11. The method according to claim 1, wherein at least one text sequence is automatically associated with at least one symbol according to a first predefined configuration based on a parameter of a minimal distance separating said at least one symbol from said at least one text sequence.

12. The method according to claim 1 wherein at least one text sequence is automatically associated with one symbol according to a second predefined configuration based on a parameter of position of the text sequence relative to said symbol.

13. The method according to claim 1, any of the previous claims wherein the first image processing function is an optical character recognition function and wherein the second image processing function allows identifying parts of the first digital map that match at least one template.

14. The method according to claim 1, wherein the second learning function comprises a convolutional neural network trained by a supervised method and wherein the second digital map is automatically segmented into partitions using said second learning function.

15. The method according to claim 1, wherein a value of similarity between the first connectivity graph and the second connectivity graph is automatically measured using a method implementing graph edit distance.

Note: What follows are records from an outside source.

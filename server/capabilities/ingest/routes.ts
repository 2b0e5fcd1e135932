import { ingestContracts } from '#shared/contracts/ingest.ts';
import { personOf } from '#server/platform/http/person.ts';
import { type Route, serve } from '#server/platform/http/route.ts';
import type { setAsideCommands } from './set-aside.ts';

/** What Settings asks; gateways have a door of their own (door.ts). */
export const ingestRoutes = (commands: ReturnType<typeof setAsideCommands>): Route[] => [
  serve(ingestContracts.setAside, async ({ centre }) => ({ events: await commands.list(centre) })),
  serve(ingestContracts.apply, ({ centre, body, actor, now }) => commands.apply(centre, body.events, personOf(actor), now)),
];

16. A system for automatically generating an augmented digital mapping of a facility comprising a device for receiving a first digital map representing a diagram of the facility, said first digital map comprising a set of symbols representing equipments of the facility and a set of graphical connections being connected by one end to at least one symbol, and for receiving a second digital map comprising a point cloud representing at least one 3D object of the facility and said system comprising at least one memory for storing data, a user interface and at least one calculator configured for:

detecting at least one symbol on the first digital map and using said at least one symbol as an input of a first learning function in order to classify said at least one symbol in a classifier;

detecting at least one text sequence proximate to the at least one symbol detected on the first digital map using a first image processing function;

detecting at least one graphical connection connected by one end to at least one detected symbols on the first digital map using a second image processing function;

associating each symbol with at least one detected text sequence and with at least one detected graphical connection when said connection exists;

generating a first data file storing the classified symbols, their associated text sequences and their associated graphical connections;

generating a first connectivity graph based on the data stored in the first data file;

segmenting the second digital map into partitions, each partition representing at least one part of at least one 3D object;

performing a step of semantic identification on the second digital map to detect classes of the partitions using a second learning function and associating each partition to a detected class using said second learning function;

building connections between at least two 3D objects according to a criterion of proximity between said at least two 3D objects;

generating a second connectivity graph comprising all the partitions their connectivity;

associating each symbol identified on the first digital map to at least one partition obtained by segmenting the second digital map, and

automatically generating an augmented digital mapping of the facility by using a function of graph alignment to align the first connectivity graph and the second connectivity graph.

17. A non-transitory computer readable medium comprising instructions which, when the instructions are executed by a computer, cause the computer to carry out any of the steps of the method according to claim 1.

18. A web platform configured to display the augmented digital mapping automatically generated according to the method of claim 1.